Song on the River
- Poetry of Li Bai (Li Po)


- Last updated: 2024-05-04 23:43:08

Song on the River by Li Bai (Li Po)







English Translation

In a ship of spice-wood with unsinkable oars,

Musicians at both ends,we drift along the shores.

We have sweet wine with singing girls to drink our fill,

And so the waves may carry us where'er they will.

Immortals could not fly without their yellow crane;

Unselfish men might follow white gulls to the main.

The verse of Qu Ping shines as bright as sun and moon,

While palaces of Chu vanish like dreams at noon.

Seeing my pen in verve,even the mountains shake;

Hearing my laughter proud,the seaside hermits wake.

If worldly fame and wealth were things to last forever,

Then northwestward would turn the eastward-flowing river.

Qu Yuan(340-270 B.C.)was a loyal minister and great poet in the state of Chu.

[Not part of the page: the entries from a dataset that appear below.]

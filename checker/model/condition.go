package model

import (
	"strings"

	"kern/lang"
	"kern/lang/unit"
)

func (w *memberReader) limit(r *reader) {
	e := r.peek()
	word, ok := r.wordOf("what to limit", "utilisation", "slenderness", "sway")
	if !ok {
		return
	}
	at := r.place(r.stmt.Line)
	if s := r.take(); s == nil || s.Kind != lang.EqualsExpr {
		r.fail("wrong-form", e.Span, "a limit has a value: limit %s = …", word)
		return
	}
	double := false
	switch word {
	case "utilisation":
		double = w.m.Limits.Utilisation != 0
		w.m.Limits.Utilisation, _, _ = r.quantity(want{what: "the limit of utilisation", min: 0.01, max: 1})
		w.m.Limits.UtilisationAt = at
	case "slenderness":
		double = w.m.Limits.Slenderness != 0
		w.m.Limits.Slenderness, _, _ = r.quantity(want{what: "the limit of slenderness", min: 5, max: 1000})
		w.m.Limits.SlendernessAt = at
	case "sway":
		double = w.m.Limits.Sway != 0
		w.m.Limits.Sway, _, _ = r.quantity(want{what: "the limit of sway", dim: unit.Length, unit: "mm", max: 10})
		w.m.Limits.SwayAt = at
	}
	if double {
		r.fail("value-given-twice", r.stmt.Line, "the limit of %s is given twice", word)
	}
}

func (w *memberReader) require(r *reader) {
	e := r.take()
	if e == nil || e.Kind != lang.NameExpr {
		r.fail("wrong-form", r.after(), "require names a result: require N_b_minor >= 400 kN because \"…\"")
		return
	}
	q := Require{Symbol: e.Text, SymbolAt: e.Span, Place: r.place(r.stmt.Line)}
	c := r.take()
	if c == nil || c.Kind != lang.CompareExpr || c.Text == "==" || c.Text == "!=" {
		span := e.Span
		if c != nil {
			span = c.Span
		}
		r.fail("wrong-form", span, "require compares with < <= > or >=: require N_b_minor >= 400 kN because \"…\"")
		return
	}
	q.Compare = c.Text
	v := r.take()
	if v == nil {
		r.fail("missing-value", r.stmt.Line, "require lacks the value to compare with")
		return
	}
	val, p := lang.Eval(v, w.lookup)
	if p != nil {
		r.problem(*p)
		return
	}
	q.Quantity, q.Value = val, v
	if r.may("because") {
		var ok bool
		if q.Because, ok = r.because(); !ok {
			return
		}
	}
	if r.end() {
		w.m.Requires = append(w.m.Requires, q)
	}
}

func (w *memberReader) depart(r *reader) {
	e := r.take()
	if e == nil || e.Is("because") {
		r.fail("wrong-form", r.stmt.Line, "depart names a check: depart slenderness because \"…\"")
		return
	}
	span := e.Span
	written := e.Span.Of(r.decl.Text)
	if e.Kind == lang.StringExpr {
		written = e.Text
	}
	// a rule's name has hyphens, which read as minus signs
	rule := strings.Join(strings.Fields(written), "")
	if e.Kind == lang.StringExpr && contains(w.known, rule) {
		r.problem(unquoted(e, "a check"))
		return
	}
	if !contains(w.known, rule) {
		p := lang.Problem{Rule: "unknown-rule", Span: span, Message: "'" + clip(rule) + "' is no check that a member can depart from"}
		near := Closest(rule, w.known, 2)
		if len(near) > 0 {
			p.Message += "; did you mean " + lang.OrList(near) + "?"
		}
		for _, n := range near {
			p.Fixes = append(p.Fixes, lang.Replace("Write "+n, false, span, n))
		}
		p.Notes = append(p.Notes, "`kern rules` lists the checks")
		r.problem(p)
		return
	}
	because, ok := r.because()
	if ok && r.end() {
		w.m.Departs = append(w.m.Departs, Departure{Rule: rule, Because: because, Place: r.place(r.stmt.Line)})
	}
}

Why Chinese poems is so special?
The most distinctive features of Chinese poetry are: concision- many poems are only four lines, and few are much longer than eight; ambiguity- number, tense and parts of speech are often undetermined, creating particularly rich interpretative possibilities; and structure- most poems follow quite strict formal patterns which have beauty in themselves as well as highlighting meaningful contrasts.
How to read a Chinese poem?
Like an English poem, but more so. Everything is there for a reason, so try to find that reason. Think about all the possible connotations, and be aware of the different possibilities of number and tense. Look for contrasts: within lines, between the lines of each couplet and between successive couplets. Above all, don't worry about what the poet meant- find your meaning.